A large factor in this expansion among rural-based Medicaid beneficiaries was recognition that these populations often incur higher health care expenses as they age, Capron said. Providers also face greater financial pressures trying to allocate staff and resources to these patients and their families, such as assistance with medical equipment and medication management, she added.

Travel is among the largest costs when it comes to dual-eligible hospice patients, according to Capron.

“You don’t get reimbursed for those travel expenses when we’re talking about dual eligibles,” Capron said. “The biggest fear was the high cost of transportation to patients. When you’re in rural areas, the travel rates of nurses go up and you often can only send one nurse to one patient for the whole day. We knew we needed an infrastructure upfront to allow us to provide things like medical transportation and nonmedical transport, which is a huge deal here.”

Rural communities across the country lack diversity, equity and inclusion when it comes to home-based care services, Capron said. Patients and families often do not receive the full scope of care needed in their homes, including respite services for caregivers.

Lower income rural-based patients generally have higher emergency and urgent care utilization at the end of life compared to others, Capron said. They often lack caregiver support and are not within close proximity to health care providers throughout their illness trajectories, she added. This can lead to added financial burdens on patients, families and the overall health system at large, Capron said.

“Families need to be educated on care plans [and] we need more consistent access to higher quality, trained people,” Capron said. “People need not just medical, but also psychosocial support and we need the manpower because it does take a village when you’re living with a chronic illness.”

Building the staffing capacity necessary to serve a wider base of patients is part of the financial lift involved in expanding services to dual-eligible rural populations, Capron stated. Training, education and onboarding costs are part of that equation. Another financial piece is the ability to have programs in place that help address social determinants of health, she added.

All told, it can take years for a provider to break even on the initial costs of expanding in underserved communities – a process that has been expedited by the recent grant, according to Capron.

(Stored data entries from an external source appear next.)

"""tonepair batch: many captures, one summary; local pool and Dask cluster agree.

References: each capture's numbers in the summary are checked against the
``tonepair analyze`` JSON of the same capture (the batch runs the same
analysis, DESIGN.md); the CSV is parsed with Python's ``csv`` module and the
HTML with ``html.parser`` (standard library); the exit codes are DESIGN.md's
contract (2 unusable input, 1 spec failed); the spec limit is the reference
for pass/fail.  The Dask run uses ``dask.distributed.LocalCluster`` on the
loopback address only.
"""

from __future__ import annotations

import csv
import json
from html.parser import HTMLParser
from pathlib import Path

import pytest

from analyzer import capture
from analyzer.synth import SynthParams, synthesize

NUMBERS = ("ebn0_db", "ber", "errors", "bits", "n_bursts")


@pytest.fixture(scope="module")
def captures(tmp_path_factory):
    d = tmp_path_factory.mktemp("batch")
    for i, ebn0 in enumerate((9.0, 11.0, 14.0)):
        res = synthesize(SynthParams(continuous_phase=False, symbols_per_burst=700, ebn0_db=ebn0, seed=10 + i))
        capture.write_sigmf(d / f"cap{i}", res.samples, 80e3, truth=res.truth)
    (d / "broken.sigmf-meta").write_text('{"global": ')
    return d


class _Links(HTMLParser):
    def __init__(self):
        super().__init__()
        self.links = []

    def handle_starttag(self, tag, attrs):
        if tag == "a":
            self.links.append(dict(attrs)["href"])


def test_batch_lists_broken_file_and_analyses_the_others(captures, tmp_path, run_cli):
    out = tmp_path / "out"
    res = run_cli("batch", captures, "--tones", "-2500,2500", "--baud", "5000", "--out", out, "--workers", "2",
                  "--quiet")
    assert res.exit_code == 2, res.output                                # DESIGN.md: unusable input -> 2
    summary = json.loads((out / "batch.json").read_text())
    entries = {Path(e["path"]).name: e for e in summary["captures"]}
    assert sorted(entries) == ["broken.sigmf-meta", "cap0.sigmf-meta", "cap1.sigmf-meta", "cap2.sigmf-meta"]
    assert entries["broken.sigmf-meta"]["verdict"] == "error"
    assert entries["broken.sigmf-meta"]["error"].count("broken.sigmf-meta") >= 1
    # each capture against its own single-capture analysis (exact: same analysis, same numbers)
    for i in range(3):
        one = tmp_path / f"one{i}"
        r = run_cli("analyze", captures / f"cap{i}.sigmf-meta", "--tones", "-2500,2500", "--baud", "5000",
                    "--out", one, "--quiet")
        assert r.exit_code == 0
        rep = json.loads((one / f"cap{i}.json").read_text())
        e = entries[f"cap{i}.sigmf-meta"]
        ref = {"ebn0_db": rep["summary"]["ebn0_db"], "ber": rep["summary"]["ber"]["rate"],
               "errors": rep["summary"]["ber"]["errors"], "bits": rep["summary"]["ber"]["bits"],
               "n_bursts": rep["summary"]["n_bursts"]}
        assert {k: e[k] for k in NUMBERS} == ref
        assert json.loads(Path(e["reports"]["json"]).read_text())["summary"] == rep["summary"]
    # CSV (csv module) carries the same numbers; the HTML links every analysed capture's report
    rows = {Path(r["path"]).name: r for r in csv.DictReader((out / "batch.csv").open())}
    assert len(rows) == 4
    for name, e in entries.items():
        if e["ebn0_db"] is not None:
            assert abs(float(rows[name]["ebn0_db"]) - e["ebn0_db"]) <= 1e-12 * abs(e["ebn0_db"])
    assert rows["broken.sigmf-meta"]["verdict"] == "error" and rows["broken.sigmf-meta"]["error"] != ""
    parser = _Links()
    parser.feed((out / "batch.html").read_text())
    html_links = sorted(link for link in parser.links if link.endswith(".html"))
    assert html_links == ["cap0.html", "cap1.html", "cap2.html"]
    assert all((out / link).is_file() for link in parser.links)


def test_batch_spec_failure_exits_1(captures, tmp_path, run_cli):
    spec = tmp_path / "link.spec.toml"
    limit = 12.0
    spec.write_text(f'[link]\ntones_hz = [-2500.0, 2500.0]\nsymbol_rate_hz = 5000.0\nreference = "PN9"\n'
                    f"[limits]\nmin_ebn0_db = {limit}\n")
    out = tmp_path / "out"
    res = run_cli("batch", str(captures / "cap*.sigmf-meta"), "--spec", spec, "--out", out, "--workers", "1",
                  "--quiet")
    assert res.exit_code == 1, res.output                                # DESIGN.md: spec failed -> 1
    summary = json.loads((out / "batch.json").read_text())
    assert len(summary["captures"]) == 3
    for e in summary["captures"]:
        # reference: the spec's own limit; Eb/N0 within 0.6 dB of the limit would be judged on its interval
        if abs(e["ebn0_db"] - limit) > 0.6:
            assert e["verdict"] == ("pass" if e["ebn0_db"] >= limit else "fail")
    assert sum(e["verdict"] == "fail" for e in summary["captures"]) >= 1
    # a failed capture names its failed check (the spec's one limit, by its readable name)
    for e in summary["captures"]:
        assert e["failed_checks"] == (["Eb/N0"] if e["verdict"] == "fail" else [])
    # the summary names its schema and holds to it (jsonschema, a general-purpose validator)
    import jsonschema
    from importlib.resources import files

    schema = json.loads(files("analyzer").joinpath("report/batch.schema.json").read_text())
    assert summary["$schema"] == schema["$id"]
    jsonschema.validate(summary, schema)


def test_dask_local_cluster_gives_the_process_pool_numbers(captures, tmp_path):
    distributed = pytest.importorskip("dask.distributed")
    from analyzer.batch import BatchOptions, run_batch

    items = [str(captures / "cap*.sigmf-meta")]
    opts = BatchOptions(tones=(-2500.0, 2500.0), baud=5000.0, out=str(tmp_path / "pool"))
    code_pool, pool = run_batch(items, opts, workers=2, quiet=True)
    with distributed.LocalCluster(n_workers=2, processes=True, threads_per_worker=1, host="127.0.0.1",
                                  dashboard_address=None) as cluster:
        assert cluster.scheduler_address.startswith("tcp://127.0.0.1:")    # loopback only
        code_dask, dask_summary = run_batch(items, BatchOptions(tones=(-2500.0, 2500.0), baud=5000.0,
                                                                out=str(tmp_path / "dask")),
                                            cluster=cluster.scheduler_address, quiet=True)
    assert code_pool == code_dask == 0
    a = [{k: e[k] for k in NUMBERS + ("path", "verdict")} for e in pool["captures"]]
    b = [{k: e[k] for k in NUMBERS + ("path", "verdict")} for e in dask_summary["captures"]]
    assert len(a) == 3 and a == b                                        # tolerance: exactly equal
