@dataclass(frozen=True)
class _Blocks:
    """``v`` mixed down and summed in blocks of ``d`` (see :func:`narrow_spectrum`)."""

    sums: np.ndarray          # one per whole block; block b stands at its centre b d + (d - 1) / 2
    d: int
    rest: complex | None      # the short last block's sum, standing at t_rest
    t_rest: float


def _mixed_blocks(v: np.ndarray, fs: float, centre_hz: float, d: int) -> _Blocks:
    n = len(v)
    nb = n // d
    osc = oscillator(centre_hz, fs, 0, n)
    y = v[:nb * d] * osc[:nb * d]
    sums = _block_sums(y.reshape(nb, d))
    if nb * d < n:            # the short last block stands at its own centre, one block's phase ahead
        return _Blocks(sums, d, complex(np.sum(v[nb * d:] * osc[nb * d:])), nb * d + 0.5 * (n - nb * d - 1))
    return _Blocks(sums, d, None, 0.0)


def _shifted_blocks(b: _Blocks, fs: float, shift_hz: float) -> _Blocks:
    """The block sums as if mixed ``shift_hz`` further down (one turn per block, at its centre)."""
    t = np.arange(len(b.sums)) * b.d + 0.5 * (b.d - 1)
    rest = None if b.rest is None else b.rest * complex(np.exp(-2j * np.pi * shift_hz * b.t_rest / fs))
    return _Blocks(b.sums * np.exp(-2j * np.pi * shift_hz * t / fs), b.d, rest, b.t_rest)


def _blocks_spectrum(b: _Blocks, fs: float, centre_hz: float, half_width_hz: float,
                     step_hz: float) -> tuple[np.ndarray, np.ndarray]:
    from scipy.fft import fft, next_fast_len

    d, nb = b.d, len(b.sums)
    nfft = int(np.ceil(fs / (d * step_hz)))
    nfft = next_fast_len(max(nfft, 2 * nb + 2))
    spec = fft(b.sums, n=nfft)
    df = fs / (d * nfft)
    k_half = int(np.ceil(half_width_hz / df))
    k = np.arange(-k_half, k_half + 1)
    off = k * df
    out = spec[k % nfft] * np.exp(-2j * np.pi * off * 0.5 * (d - 1) / fs)   # block centres at b d + (d-1)/2
    if b.rest is not None:
        out = out + b.rest * np.exp(-2j * np.pi * off * b.t_rest / fs)
    return centre_hz + off, out


def _line_search(v: np.ndarray, sample_rate_hz: float, lo: float, hi: float) -> tuple[float, float, float]:
    """The strongest line of ``v`` in ``[lo, hi]``: frequency, power and quality.

    The frequency is found on a grid of 1/8 resolution cell with a
    three-point parabola on the power.  The quality is the line's power over
    the median spectrum 8 to 64 cells to either side of it, from the same
    block sums turned to the line (:func:`narrow_spectrum` with blocks set
    by the search band: at 64 cells the turn across a block is a few
    hundredths of a cycle, which moves a median level by well under 1%).
    """
    fs = float(sample_rate_hz)
    res = fs / max(len(v), 1)
    centre, half = 0.5 * (lo + hi), 0.5 * (hi - lo)
    blocks = _mixed_blocks(v, fs, centre, _block_length(fs, half, len(v)))
    f, spec = _blocks_spectrum(blocks, fs, centre, half, res / 8)
    pw = np.abs(spec) ** 2
    i = int(np.argmax(pw))
    rate = float(f[0] + _parabolic_peak(pw, i) * (f[1] - f[0]))
    peak = float(pw[i])
    f2, spec2 = _blocks_spectrum(_shifted_blocks(blocks, fs, rate - centre), fs, rate, 64 * res, 0.5 * res)
    ref = np.median(np.abs(spec2[np.abs(f2 - rate) / res >= 8]) ** 2)
    return rate, peak, float(peak / max(ref, 1e-300))


def estimate_symbol_timing(x: np.ndarray, x_start: int, sample_rate_hz: float, tones_hz,
                           rate_hint_hz: float, search_ppm: float = 3000.0,
                           energy: EnergyTrace | None = None) -> TimingEstimate:
    """Symbol rate near ``rate_hint_hz`` and timing from the spectral line of ``e[n]``.

    Parameters
    ----------
    x : numpy.ndarray
        Complex samples of the burst; ``x[0]`` is capture sample ``x_start``.
    x_start : int
        Capture index of ``x[0]``.
    sample_rate_hz : float
        Sample rate.
    tones_hz : (float, float)
        Tone estimates for the correlators.
    rate_hint_hz : float
        Nominal symbol rate.
    search_ppm : float
        Half-width of the rate search.
    energy : EnergyTrace, optional
        Window energies already computed on these samples with these tones
        (used when its window is ``floor(fs / rate_hint_hz)`` and it covers
        ``x``).

    Returns
    -------
    TimingEstimate

    References
    ----------
    Oerder & Meyr (1988), square-law timing recovery (from memory).
    """
    window = int(np.floor(sample_rate_hz / rate_hint_hz))
    e = None
    if energy is not None and energy.window == window:
        e = energy.between(x_start, x_start + max(len(x) - window + 1, 0))
    if e is None:
        e = energy_trace(x, x_start, window, tones_hz, sample_rate_hz).values
    e = e - e.mean()
    n_e = len(e)
    lo = rate_hint_hz * (1 - search_ppm * 1e-6)
    hi = rate_hint_hz * (1 + search_ppm * 1e-6)
    rate, peak, quality = _line_search(e, sample_rate_hz, lo, hi)
    c = np.dot(e, oscillator(rate, sample_rate_hz, 0, n_e))
    sps = sample_rate_hz / rate
    # e[n] is flat-topped over [t_k, t_k + sps - L]; its centre is the line's phase.
    centre = (-np.angle(c) / (2 * np.pi)) * sps
    # Hard keying sampled at integer instants cannot tell apart starts within
    # one sample: the aligned window starts at ceil(t_k); report the middle of
    # that interval, ceil(t_k) - 1/2 (error uniform within +-1/2 sample).
    phase = x_start + centre - 0.5 * (sps - window) - 0.5
    return TimingEstimate(float(rate), float(phase), quality)


def grid_for_span(phase_sample: float, symbol_rate_hz: float, sample_rate_hz: float,
                  lo_sample: float, hi_sample: float) -> SymbolGrid:
    """The symbol grid through ``phase_sample`` covering [lo_sample, hi_sample)."""
    sps = sample_rate_hz / symbol_rate_hz
    k0 = int(np.ceil((lo_sample - phase_sample) / sps))
    first = phase_sample + k0 * sps
    n = int(np.floor((hi_sample - first) / sps))
    return symbol_grid(first, sps, max(n, 0))


def line_fit(x: np.ndarray, y: np.ndarray) -> tuple[float, float]:
    """Least-squares line ``y ~ slope x + intercept`` (as ``numpy.polyfit(x, y, 1)``), in closed form."""
    x = np.asarray(x, float)
    y = np.asarray(y, float)
    xm, ym = float(np.mean(x)), float(np.mean(y))
    dx = x - xm
    sxx = float(np.dot(dx, dx))
    slope = float(np.dot(dx, y - ym)) / sxx if sxx > 0 else 0.0
    return slope, ym - slope * xm


def refine_timing(x: np.ndarray, x_start: int, grid: SymbolGrid, tones_hz, sample_rate_hz: float,
                  blocks: int = 4, span: float | None = None, step: float | None = None,
                  energy: EnergyTrace | None = None, metric: str = "energy") -> SymbolGrid:
    """Refine the symbol grid by maximising the correlator energy block by block.

    The spectral-line estimate of :func:`estimate_symbol_timing` leaves a
    timing error of a fraction of a sample, and its rate error makes the
    timing drift across a long burst.  Here the grid is shifted by ``delta``
    samples (``-span .. span`` in ``step``; by default a quarter of a symbol
    or 1.5 samples, whichever is more), the total energy
    ``sum |z0|^2 + |z1|^2`` of each of ``blocks`` consecutive parts of the
    burst is computed for every shift, the best shift of each part is taken
    as the centre of its plateau (hard keying sampled at integer instants is
    flat over one sample), and a straight line through the parts' best shifts
    corrects both the start and the symbol period.  This maximises the
    noncoherent receiver's own metric (the low-SNR form of its likelihood).

    ``energy``, when given (made with ``grid.window`` and these tones), supplies
    the window energies instead of a new correlation (``metric="energy"`` only).
    ``metric="contrast"`` maximises ``sum ||z1|^2 - |z0|^2|`` instead (see
    :func:`branches.window_energy`): the sharper metric for continuous-phase
    keying, where a window that straddles a boundary still collects nearly the
    whole energy but leaks part of it into the other branch.

    Returns
    -------
    SymbolGrid
        The refined grid (same symbol count); the input grid if the samples do
        not cover the shifted grids.
    """
    n = grid.n_symbols
    if n < 4 * blocks:
        blocks = max(1, n // 4)
    span, step = _search_span(grid, span, step)
    got = _block_best_shifts(x, x_start, grid, tones_hz, sample_rate_hz, blocks, span, step, energy, metric)
    if got is None:
        return grid
    centres, best = got
    if blocks >= 2:
        slope, icpt = line_fit(centres, best)
    else:
        slope, icpt = 0.0, best[0]
    return symbol_grid(grid.first_start + icpt, grid.samples_per_symbol + slope, n)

Ultimately, the goal is to have more data that proves the value proposition of home-based services such as hospice and palliative care, Capron said.

“Easing suffering and seeing improvements in people’s lives is our return on investment,” Capron told Hospice News. “It’s [about] capturing your data, knowing where your needs are, where your resources are being spent and looking at the quality of what you can do for people and how this helps the health system as a whole. Everybody’s looking for ways to make health care more affordable. Hospice has the answers.”